Автор книги: Алан Кубатиев
Жанр:
Научная фантастика
сообщить о нарушении
Текущая страница: 4 (всего у книги 7 страниц)
Выработанный годами рефлекс помогал отсчитывать убавляющиеся мгновения. Перед Капутиром, на самом краю лавовых полей, где спрятаться было просто негде, он вдруг почуял, что маску надо надеть. Она уже успела прорасти, когда Маллесон понял, что над ними барражирует патруль АП с двумя Посредниками, и маска пытается установить с ними связь, и они уже почти нащупали ее, и тогда он нашел ложбину, куда загнал животных и людей и накрыл их «хамелеонами», и под экранами уже, сочась кровью, сдирал с себя корчащуюся, сопротивляющуюся маску. Тогда она проросла мучительно глубоко, но сейчас уходила еще глубже, ему казалось, он чувствует, как она въедается в мозг, двадцать секунд, пятнадцать, десять, семь, три.

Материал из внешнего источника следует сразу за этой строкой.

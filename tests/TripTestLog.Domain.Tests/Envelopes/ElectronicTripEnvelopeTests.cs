using TripTestLog.Domain.Envelopes;
using TripTestLog.Domain.Quantities;
using TripTestLog.Domain.Settings;
using TripTestLog.Domain.Tests.Support;

namespace TripTestLog.Domain.Tests.Envelopes;

/// <summary>
/// A hand-checked electronic trip unit: In 630 A, Ir 400 A, tr 10 s at 6 Ir (inverse I²t), Isd 2400 A with tsd 0.2 s,
/// Ii 4800 A; time tolerance ±20 % (this tool's lab policy). Pickup tolerance ±20 % and the 1.05 / 1.30 Ir conventional
/// points are IEC 60947-2 (8.3.3, quoted from memory). Expected bands worked by hand:
/// long time t = 10 (6 / M)²; short time may act from 1920 A, must from 2880 A; instantaneous may act from 3840 A,
/// must from 5760 A.
/// </summary>
public sealed class ElectronicTripEnvelopeTests
{
    private static readonly ElectronicTripSettings Unit = new(
        Amperes.Of(400), Seconds.Of(10), 6, Amperes.Of(2400), Seconds.Of(0.2), false, Amperes.Of(4800),
        TimeTolerance.Of(0.20, Seconds.Of(0.02)), Seconds.Of(0.05));

    private static TripBand At(double multipleOfIr) => new ElectronicTripEnvelope(Amperes.Of(630), Unit).At(Amperes.Of(400 * multipleOfIr));

    [Theory]
    // 2 Ir: long time only, 90 s ±20 %.
    [InlineData(2, 72, 108)]
    // 5 Ir = 2000 A: short time may act (>= 1920 A): 0.16 s; long time 14.4 s ±20 % is still the latest.
    [InlineData(5, 0.16, 17.28)]
    // 7 Ir = 2800 A: short time may but need not act (< 2880 A); long time 7.347 s +20 %.
    [InlineData(7, 0.16, 8.8163)]
    // 11 Ir = 4400 A: short time must act (0.24 s); instantaneous may act (>= 3840 A), so the minimum is 0.
    [InlineData(11, 0, 0.24)]
    // 13 Ir = 5200 A: instantaneous still need not act (< 5760 A).
    [InlineData(13, 0, 0.24)]
    public void TheBandAtEachMultiple_IsTheHandWorkedOne(double multiple, double min, double max)
    {
        var band = At(multiple);

        Assert.Equal(min, band.Minimum.Limit!.Value.Value, 4);
        Assert.Equal(max, band.Maximum.Limit!.Value.Value, 4);
    }

    [Theory]
    // Short-time pickup ±20 % of 2400 A: 1920 A and 2880 A.
    [InlineData(1919, 1921, true)]
    [InlineData(2879, 2881, false)]
    // Instantaneous ±20 % of 4800 A: 3840 A and 5760 A.
    [InlineData(3839, 3841, true)]
    [InlineData(5759, 5761, false)]
    public void JustInsideAndOutsideEachPickupEdge_TheBandChanges(double below, double above, bool minimumEdge)
    {
        var envelope = new ElectronicTripEnvelope(Amperes.Of(630), Unit);
        var (lo, hi) = (envelope.At(Amperes.Of(below)), envelope.At(Amperes.Of(above)));

        var (a, b) = minimumEdge ? (lo.Minimum, hi.Minimum) : (lo.Maximum, hi.Maximum);
        Assert.True(b.Limit!.Value < a.Limit!.Value, $"the edge should drop between {below} A and {above} A");
    }

    [Theory]
    // IEC 60947-2: conventional time 1 h for In <= 63 A, 2 h above.
    [InlineData(63, 3600)]
    [InlineData(630, 7200)]
    public void At105Ir_TheMinimumIsTheConventionalTime(double rated, double expected)
    {
        var s = Unit with { Ir = Amperes.Of(40), Isd = null, Tsd = null, Ii = null };
        var band = new ElectronicTripEnvelope(Amperes.Of(rated), s).At(Amperes.Of(42));

        Assert.Equal(expected, band.Minimum.Limit!.Value.Value, 6);
        Assert.Equal(EdgeSource.NormativePoint, band.Minimum.Source);
    }

    [Fact]
    public void Below105Ir_TheConventionalNoTripTimeCarriesDownward()
    {
        var band = At(1.0);

        Assert.True(band.HasRequirement);
        Assert.Equal(7200, band.Minimum.Limit!.Value.Value, 6);
        Assert.Null(band.Maximum.Limit);
    }

    [Fact]
    public void WithI2tOn_TheShortTimeDelayIsInverseBelowTenIr()
    {
        // tsd 0.2 s I²t: at 8 Ir (3200 A), 0.2 (10 / 8)² = 0.3125 s, +20 % = 0.375 s; long time there is 5.625 s +20 %.
        var band = new ElectronicTripEnvelope(Amperes.Of(630), Unit with { TsdI2t = true, Ii = null }).At(Amperes.Of(3200));

        Assert.Equal(0.375, band.Maximum.Limit!.Value.Value, 4);
    }
}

Камау давно смотрел не в бинокль. Всякий раз, когда этот странный белый затевал игру с прозрачной смертью, запертой в ящике, охотник следил за ним, держа наготове «ремингтон», а на случай, если не повезет, то китайскую «шоулюдань», ручную гранату оборонительного типа. Он видел каждое движение, каждую судорогу каждой мышцы, но все равно пропустил миг, когда рука Маллесона метнулась к лицу и полоснула по медузообразной слизи факелом полевой зажигалки, выведенной на максимум. Желто-синим палящим языком он хлестал и хлестал по корчащейся, свистящей в огне плоти, пока она не стала пузырящимися лохмотьями опадать ему на грудь и плечи. Кровь, струившаяся по лицу, ползла из каждой поры, из носа и ушей; густые капли повисали на веках, запекаясь грязно-бурыми сталактитами.
Камау повидал многое. Младшего брата, в десяти шагах от него изорванного очередями тяжелого пулемета. Человека, ужаленного бушмайстером, разбухающего и блюющего черными сгустками. Мостовые прифронтового городка, сплошь покрытые густой багровой жирной смесью из трупов, размолотых гусеницами. Но это – это было почему-то в сотни раз отвратительнее. Забыв про оружие; охотник попятился назад и едва не сорвался со скалы.
Маллесон уже чувствовал в пальцах боль от ожога, когда последние сгустки оползли и шмякнулись на красную лавовую плиту. Лицо горело, словно он жег собственную кожу, слипшиеся легкие не впускали воздух, и майор, шатаясь, рухнул, едва успев выставить руки.
Перед самыми его глазами медленно корчилось и разрасталось то, что секунду назад ой выжигал прямо на себе. Майор знал, что сорванной маски касаться нельзя: агонизируя, она в десятки раз агрессивнее, и на этот раз освободиться будет невозможно. Из последних сил он стал отползать назад, но вдруг остановился.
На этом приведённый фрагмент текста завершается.